Tuesday, 31 August 2010

Notes On The Purpose Of Writing

I was sat outside the Museum St cafe that I like to frequent when I go into town and Jacko was assuring me that ‘the boogie’ was to blame but for what, exactly, I’ve never bothered to work out.
   “No-one’s really interested in what you think about music,” she said.
   You’re right. I’m wasting my time. But perhaps I’m interested in what I think because writing concentrates the mind, makes me listen differently.”
   “So you write for yourself, really.”
   “Everyone does, to some extent. Even professional journalists.”
   I caught sight of myself reflected in the shop window opposite and concluded, regretfully, that despite wearing a cap and sunglasses I looked nothing like Belmondo in ‘Breathless’.
   “I mean writing’s a way of ordering the chaos that is your thoughts. It’s a kind of taming process. The thoughts are unstoppable and they come and go so randomly. But to write is to corral a few. It’s a small victory of sorts.”
   She sipped coffee. I did the same.
   “Writing can organise, illuminate, clarify, or reflect the chaos,” I said. I don’t think you even have to choose one of those options. You can use them all.”
   “Yes, but readers like a clear cut identity. Diversity confuses them, whether it’s from an artist, writer or musician.”
   “True, but if an artist gives in to what he thinks the reader wants or what he thinks the reader is capable of understanding he’s doomed.”
   “Assuming he’s writing with some grand purpose in mind.”
   “That doesn’t matter. It’s what the reader aspires to that counts. What we want. What we want, demand, seek out is all that counts. The ordinary, the average commonplace...whatever you want to call it, will always exist. But it’s the work outside of that that really matters. That’s the stuff that makes it all worthwhile.”
   “And lots of people just don’t care about any of that.”
   “And lots of people love trash TV and read The Sun. I know. But they’re not important, only in the context of culture, broadly speaking. Even then, I don’t adhere to the idea that engaging with that culture is essential. National publications feel they have to reflect everything. When we write as individuals without a care in the world for pleasing, or gaining more, readers, we are free. In writing, painting or whatever, we are truly free, or at least the possibility is there. Even that isn’t an easy thing to find because we’re always fighting preconceptions, habits, so-called high standards, doubts and insecurities. But I’d rather do that than give in to some pattern set by others. So I’ll carry on writing for myself. And no-one can stop me!”
   I thumped the metal table; an impression of an angry not-so-young-anymore man.
   She laughed, said she had to go.
   Alone, I got out the pad and wrote down what I’d just said.
   The above is a transcription of the notes I made. Except to say that they were only ever notes to start with because there had been no-one to talk to.

1 comment:

  1. Made me think of this (there are holes to be picked but go with the gist):

    “The great mass of human beings are not acutely selfish.

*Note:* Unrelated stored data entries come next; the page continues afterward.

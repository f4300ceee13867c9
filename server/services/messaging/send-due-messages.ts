import { and, asc, eq, inArray, isNull, lte, or, sql } from 'drizzle-orm'
import { messageEvents, messages } from '#server/db/schema/index'
import { sendMail } from '#server/gateways/mail'
import { findText, sendText } from '#server/gateways/text'
import type { SendResult } from '#server/gateways/text'
import { notifyLive } from '#server/services/audit/notify-live'
import { fallBackToEmail } from '#server/services/messaging/fall-back'
import { screenDue } from '#server/services/messaging/screen-due'
import type { SystemContext } from '#server/services/context'

type Row = typeof messages.$inferSelect
/** `late`: not with the provider, and past its purpose while it was in doubt. */
/** `not-there`: was in doubt, and the provider does not have it: it goes back to the queue, where every question is asked again. */
type Outcome = SendResult | { outcome: 'late', why: string } | { outcome: 'not-there', why: string }

const batch = 25
const leaseMs = 60_000
const mostAttempts = 6
/** About ten minutes of not knowing, then a person rings: nobody waits for a provider that answers nothing. */
const mostTriesInDoubt = 8
const firstWaitMs = 2_000
const longestWaitMs = 5 * 60_000

/**
 * Sends what is due. A row is claimed, and the attempt marked, in a committed transaction before the provider is called;
 * the answer is recorded after it. A row left in doubt by a crash is looked up at the provider before it is sent again.
 * Two senders never hold one row: the claim skips locked rows and a lease keeps it while the call is under way.
 */
export async function sendDueMessages(ctx: SystemContext, clock: () => Date, leaseForMs = leaseMs): Promise<number> {
  await expireLate(ctx, ctx.now)
  const claimed = await claim(ctx, leaseForMs)
  await Promise.all(claimed.map(row => sendOne(ctx, row, clock)))
  if (claimed.length) await notifyLive(ctx.db, 'message', null, claimed.map(row => row.id))
  return claimed.length
}

async function claim(ctx: SystemContext, leaseForMs: number): Promise<(Row & { wasInDoubt: boolean })[]> {
  return ctx.db.transaction(async (tx) => {
    const due = await tx.select().from(messages)
      .where(and(inArray(messages.state, ['queued', 'sending']), lte(messages.dueAt, ctx.now), or(isNull(messages.leaseUntil), lte(messages.leaseUntil, ctx.now))))
      .orderBy(asc(messages.dueAt), asc(messages.id)).limit(batch).for('update', { skipLocked: true })
    const leaving = await screenDue(tx, due, ctx.now)
    if (!leaving.length) return []
    await tx.update(messages).set({ state: 'sending', leaseUntil: new Date(ctx.now.getTime() + leaseForMs), inDoubtSince: sql`coalesce(${messages.inDoubtSince}, ${ctx.now.toISOString()}::timestamptz)`, attempts: sql`${messages.attempts} + 1` }).where(inArray(messages.id, leaving.map(row => row.id)))
    await tx.insert(messageEvents).values(leaving.map(row => ({ messageId: row.id, at: ctx.now, kind: 'attempt', detail: { attempt: row.attempts + 1 } })))
    return leaving.map(row => ({ ...row, attempts: row.attempts + 1, wasInDoubt: row.inDoubtSince !== null, inDoubtSince: row.inDoubtSince ?? ctx.now }))
  })
}

async function sendOne(ctx: SystemContext, row: Row & { wasInDoubt: boolean }, clock: () => Date): Promise<void> {
  await record(ctx, row, row.channel === 'text' ? await sendTextOnce(row, ctx.now) : await sendMailAgain(ctx, row), clock())
}

/**
 * Mail is at least once: a mail server cannot be asked whether it took a message whose answer was lost. The second copy carries
 * the same Message-ID, by which a mailbox may fold the two, and the history says that it may have arrived twice.
 */
async function sendMailAgain(ctx: SystemContext, row: Row & { wasInDoubt: boolean }): Promise<Outcome> {
  if (row.expiresAt <= ctx.now) return late
  if (row.wasInDoubt) await ctx.db.insert(messageEvents).values({ messageId: row.id, at: ctx.now, kind: 'sent-again', detail: { why: 'no answer came to the first copy; it may arrive twice' } })
  return sendMail({ id: row.id, to: row.toAddress, subject: row.subject, body: row.body, calendar: row.calendar })
}

const late: Outcome = { outcome: 'late', why: 'too late to be of use' }

async function sendTextOnce(row: Row & { wasInDoubt: boolean }, now: Date): Promise<Outcome> {
  const text = { to: row.toAddress, body: row.body, marker: row.id, notBefore: row.inDoubtSince ?? now }
  if (row.wasInDoubt) {
    try {
      const known = await findText(text)
      return known ? { outcome: 'sent', providerId: known } : row.expiresAt <= now ? late : { outcome: 'not-there', why: 'the text service does not have it' }
    }
    catch (error) {
      return { outcome: 'unknown', why: `the text service could not be asked: ${(error as Error).message}`.slice(0, 200) }
    }
  }
  return row.expiresAt <= now ? late : sendText(text)
}

async function record(ctx: SystemContext, row: Row, result: Outcome, at: Date): Promise<void> {
  // A receipt may have come before our own record: what it said stands.
  const stillOurs = and(eq(messages.id, row.id), eq(messages.state, 'sending'))
  await ctx.db.transaction(async (tx) => {
    if (result.outcome === 'sent') {
      await tx.update(messages).set({ state: sql`case when ${messages.state} in ('delivered', 'failed') then ${messages.state} else 'sent' end`, providerId: result.providerId, sentAt: at, leaseUntil: null, inDoubtSince: null, lastError: null }).where(eq(messages.id, row.id))
    }
    else {
      await tx.update(messages).set({ leaseUntil: null, inDoubtSince: null, lastError: result.why, ...afterNotSent(row, result, at) }).where(stillOurs)
      if (endsHere(row, result) && result.outcome === 'refused') await fallBackToEmail(tx, row, at)
    }
    await tx.insert(messageEvents).values({ messageId: row.id, at, kind: result.outcome === 'sent' ? 'sent' : 'not-sent', detail: result.outcome === 'sent' ? {} : { why: result.why } })
  })
}

function endsHere(row: Row, result: Outcome): boolean {
  return result.outcome === 'refused' ? result.permanent || row.attempts >= mostAttempts : result.outcome === 'unknown' && row.attempts >= mostTriesInDoubt
}

/** Where a message stands that did not leave, or of which nobody knows. */
function afterNotSent(row: Row, result: Exclude<Outcome, { outcome: 'sent' }>, at: Date): Partial<Row> {
  if (result.outcome === 'late') return { state: 'expired' }
  if (result.outcome === 'not-there') return { state: 'queued' }
  const inDoubtSince = result.outcome === 'unknown' ? row.inDoubtSince : null
  if (endsHere(row, result)) return { state: 'failed', inDoubtSince, ...(result.outcome === 'unknown' ? { lastError: 'It is not known whether this arrived. Ring.' } : {}) }
  // Still to be sent: later, and when in doubt only after the provider has been asked.
  return { state: 'queued', inDoubtSince, leaseUntil: new Date(at.getTime() + Math.min(longestWaitMs, firstWaitMs * 2 ** row.attempts)) }
}

/** A message past its purpose is never sent late: it expires, and shows as expired. One in doubt is settled first. */
async function expireLate(ctx: SystemContext, now: Date): Promise<void> {
  await ctx.db.transaction(async (tx) => {
    const late = await tx.update(messages).set({ state: 'expired' }).where(and(inArray(messages.state, ['queued', 'held']), lte(messages.expiresAt, now), isNull(messages.inDoubtSince))).returning({ id: messages.id })
    if (late.length) await tx.insert(messageEvents).values(late.map(row => ({ messageId: row.id, at: now, kind: 'expired' })))
  })
}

After the age of about thirty they abandon individual ambition – in many cases, indeed, they almost abandon the sense of being individuals at all – and live chiefly for others, or are simply smothered under drudgery. But there is also the minority of gifted, willful people who are determined to live their own lives to the end, and writers belong in this class”.

    George Orwell, Why I Write, 1946.